Work instructions>
The word "library" marks the lines to keep; find each one in the data and copy it.

Input records>
----
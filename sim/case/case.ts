/**
 * The checked, complete case: what the text of a case file means, in SI units, with every default filled in.
 * Made by `readCase`; everything behind it (column, run) reads only this. Knows words and ranges, no equations.
 * Gas strengths are mole fractions of the wet gas unless a `basis` says dry.
 */

/** A property of temperature as data: a library function by name, a constant, or points to interpolate. */
export type Curve =
  /** Name as in `properties/library/curves.ts`: `water.density`, `air.viscosity`, `steam.molar-heat-capacity`. */
  | { readonly kind: 'library'; readonly id: string }
  | { readonly kind: 'constant'; readonly value: number }
  | {
      readonly kind: 'points';
      /** Temperatures, K, ascending. */
      readonly temperature: readonly number[];
      readonly value: readonly number[];
      /** `log`: straight in ln(value) against 1/T (viscosity, vapour pressure); `linear`: straight in T. */
      readonly interpolation: 'linear' | 'log';
    };

/** Where a number comes from; shown beside it. */
export interface Provenance {
  /** Path of the case key. */
  readonly path: string;
  /** Publication key, `case file` or a remark such as `common practice, no source`. */
  readonly source: string;
  readonly verified: 'seen' | 'computed' | 'from memory' | 'user' | 'judgement';
  /** True when the case file did not state it. */
  readonly isDefault: boolean;
}

/** The liquid that absorbs: constants and functions of temperature. */
export interface Solvent {
  readonly id: string;
  readonly name: string;
  /** kg/mol */ readonly molarMass: number;
  /** kg/m3 */ readonly density: Curve;
  /** Pa s */ readonly viscosity: Curve;
  /** N/m */ readonly surfaceTension: Curve;
  /** Liquid, J/(mol K) */ readonly heatCapacity: Curve;
  /** Pa; undefined: treated as involatile. */ readonly vapourPressure: Curve | undefined;
  /** Vapour, J/(mol K) */ readonly vapourHeatCapacity: Curve;
  /** Wilke-Chang association factor. */ readonly association: number;
  /** Fuller diffusion volume of the vapour, cm3/mol as published. */ readonly diffusionVolume: number;
}
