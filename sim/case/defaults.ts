// Every value that a case may leave out, with its origin and mark. A default marked `judgement` or
// `from memory` is a starting point to be replaced by site data, and is shown as such.

import type { Default } from './reading.ts';

const JUDGEMENT = 'engineering judgement, no source';

function judged<T>(value: T, source = JUDGEMENT): Default<T> {
  return { value, source, verified: 'judgement' };
}

function seen<T>(value: T, source: string): Default<T> {
  return { value, source, verified: 'seen' };
}

function remembered<T>(value: T, source: string): Default<T> {
  return { value, source, verified: 'from memory' };
}

/** Column. SI; shares 0..1. */
export const COLUMN = {
  topPressure: judged(101_325, 'standard atmosphere [CGPM1954]'),
  segments: {
    value: 40,
    source: 'steady outlet within 0.02 % of the closed form [Colburn1939] up to NOG 12, computed',
    verified: 'computed',
  } satisfies Default<number>,
  /** Liquid held by a redistributor, as seconds of the design rate. */
  redistributorSeconds: judged(8),
  hydraulics: judged('stichlmair-bravo-fair' as const, '[Stichlmair1989]; choice of the program'),
  holdupFactor: seen(0.555, '[Stichlmair1989] equation for the hold-up below loading'),
  loadingFactor: seen(20, '[Stichlmair1989] equation for the hold-up above loading'),
  staticHoldup: remembered(undefined, '[Engel2001]'),
  transfer: judged('onda' as const, '[Onda1968]; choice of the program'),
  kLFactor: remembered(0.0051, '[Onda1968]'),
  kGFactor: remembered(undefined, '[Onda1968]: 5.23, or 2.00 below 15 mm'),
  areaFactor: remembered(1.45, '[Onda1968]'),
  scale: judged(1, 'the correlation as published'),
  measuredExponent: judged(0, 'coefficient taken as constant'),
  deflooding: judged(0.9),
  transferLeft: judged(0.2),
  fullShare: judged(0.95),
  staticAreaShare: judged(0.1),
  heatLoss: judged(0, 'insulated shell'),
  ambientTemperature: judged(293.15),
  isothermal: judged(false, 'heat balance on'),
  evaporation: judged(true, 'solvent evaporates and condenses'),
} as const;

/** Gas supply. */
export const GAS = {
  humidity: judged(0, 'dry gas'),
  composition: judged(0, 'solute absent'),
  lag: judged(3),
  coastDown: judged(30),
  runUp: judged(10),
  inletValveTag: judged('HV-1', 'name given by the program'),
  /** About 1 s for each inch of bore; a 20 cm damper. */
  stroke: judged(8, 'about 1 s for each inch of bore, practitioners rule'),
} as const;

/** Liquid supply. */
export const LIQUID = {
  composition: judged(0, 'solute absent'),
  staticHeadShare: judged(0.5),
  coastDown: judged(0.6, 'inertia of a small motor pump, judgement'),
  runUp: judged(1.5),
  minimumLevel: judged(0.15),
  valveTag: judged('FV-1', 'name given by the program'),
  stroke: judged(5, 'about 1 s for each inch of bore, practitioners rule'),
  drainStroke: judged(2),
  /** Liquid held by the distributor, as seconds of the design rate. */
  distributorSeconds: judged(8),
  /** Sump cross-section over the column's. */
  sumpAreaShare: judged(1, "the column's own cross-section"),
  normalLevel: judged(0.6),
  /** Overflow over normal level. */
  overflowShare: judged(2),
  drainTag: judged('LV-1', 'name given by the program'),
  /** Valve fully open over the design rate. */
  capacityShare: judged(2),
} as const;

/** Instruments, by what is measured. Lags in s. */
export const INSTRUMENT = {
  lag: {
    strength: judged(15, 'analyser, judgement'),
    flow: judged(0.5),
    pressure: judged(1),
    level: judged(1),
    temperature: judged(12, 'thermowell, judgement'),
    other: judged(0),
  },
  deadTime: judged(0, 'none stated'),
  bias: judged(0, 'none stated'),
  drift: judged(0, 'none stated'),
  correlationTime: judged(5),
} as const;

/**
 * Alarms. Deadband as share of the instrument's range by signal: the widely repeated starting table of
 * [ISA18.2]; compute it from noise and transient where it matters.
 */
export const ALARM = {
  deadband: {
    strength: judged(0.05),
    flow: remembered(0.05, '[ISA18.2] starting table'),
    level: remembered(0.05, '[ISA18.2] starting table'),
    pressure: remembered(0.02, '[ISA18.2] starting table'),
    temperature: remembered(0.01, '[ISA18.2] starting table'),
    other: judged(0),
  },
  noRangeDeadband: judged(0, 'instrument without a range'),
  onDelay: judged(0, 'none stated'),
  offDelay: judged(0, 'none stated'),
  priority: judged('medium' as const),
} as const;

/** Interlocks, controllers, limits. */
export const CONTROL = {
  votes: judged(1, 'any one condition'),
  delay: judged(0, 'none stated'),
  outputRange: judged([0, 1] as readonly [number, number], 'whole travel'),
  mode: judged('automatic' as const),
  manualOutput: judged(0.5),
  averaging: judged({ kind: 'none' } as const, 'at any time'),
  basis: judged('wet' as const, 'as the gas is'),
} as const;

/** Scenarios. */
export const SCENARIO = {
  initial: judged('steady' as const),
  interlocks: judged('all' as const),
} as const;

/** Settings of a run. */
export const RUN = {
  rtol: judged(1e-5, 'own measurements: 1e-4 was visibly off after a trip and restart'),
  method: judged('default', 'choice of the program'),
  axialScheme: judged('exponential' as const, 'exact for a linear counter-current bed'),
  recordEvery: judged(10),
  maxSteps: judged(200_000),
  seed: judged(1),
  noise: judged(false),
} as const;
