// The nearest known word to one that is not known, for hints.

/** Edits beyond this share of the word's length make a suggestion a guess. */
const LARGEST_SHARE = 0.45;

/**
 * The known word that needs the fewest edits (insert, delete, replace, swap of neighbours), case aside.
 *
 * @returns undefined when none is near.
 */
export function nearest(word: string, known: readonly string[]): string | undefined {
  let best: string | undefined;
  let fewest = Math.max(1, Math.floor(Math.min(word.length, 40) * LARGEST_SHARE)) + 1;
  for (const candidate of known) {
    const count = edits(word.toLowerCase().slice(0, 40), candidate.toLowerCase().slice(0, 40));
    if (count < fewest) {
      fewest = count;
      best = candidate;
    }
  }
  return best;
}

/** `did you mean ...?`, or the known words when they are few. */
export function suggestion(word: string, known: readonly string[]): string | undefined {
  const near = nearest(word, known);
  if (near !== undefined) return `did you mean "${near}"?`;
  if (known.length === 0) return undefined;
  return known.length <= 12 ? `known: ${known.join(', ')}` : undefined;
}

/** Optimal string alignment distance [Damerau1964], [Levenshtein1966]. */
function edits(a: string, b: string): number {
  const width = b.length + 1;
  const d = new Uint16Array((a.length + 1) * width);
  for (let j = 0; j < width; j += 1) d[j] = j;
  for (let i = 1; i <= a.length; i += 1) {
    d[i * width] = i;
    for (let j = 1; j < width; j += 1) {
      const same = a[i - 1] === b[j - 1] ? 0 : 1;
      let least = Math.min(
        (d[(i - 1) * width + j] ?? 0) + 1,
        (d[i * width + j - 1] ?? 0) + 1,
        (d[(i - 1) * width + j - 1] ?? 0) + same,
      );
      if (i > 1 && j > 1 && a[i - 1] === b[j - 2] && a[i - 2] === b[j - 1]) {
        least = Math.min(least, (d[(i - 2) * width + j - 2] ?? 0) + 1);
      }
      d[i * width + j] = least;
    }
  }
  return d[a.length * width + b.length] ?? 0;
}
----
Answer to this task>
/** A property of temperature as data: a library function by name, a constant, or points to interpolate. */
  /** Name as in `properties/library/curves.ts`: `water.density`, `air.viscosity`, `steam.molar-heat-capacity`. */
  | { readonly kind: 'library'; readonly id: string }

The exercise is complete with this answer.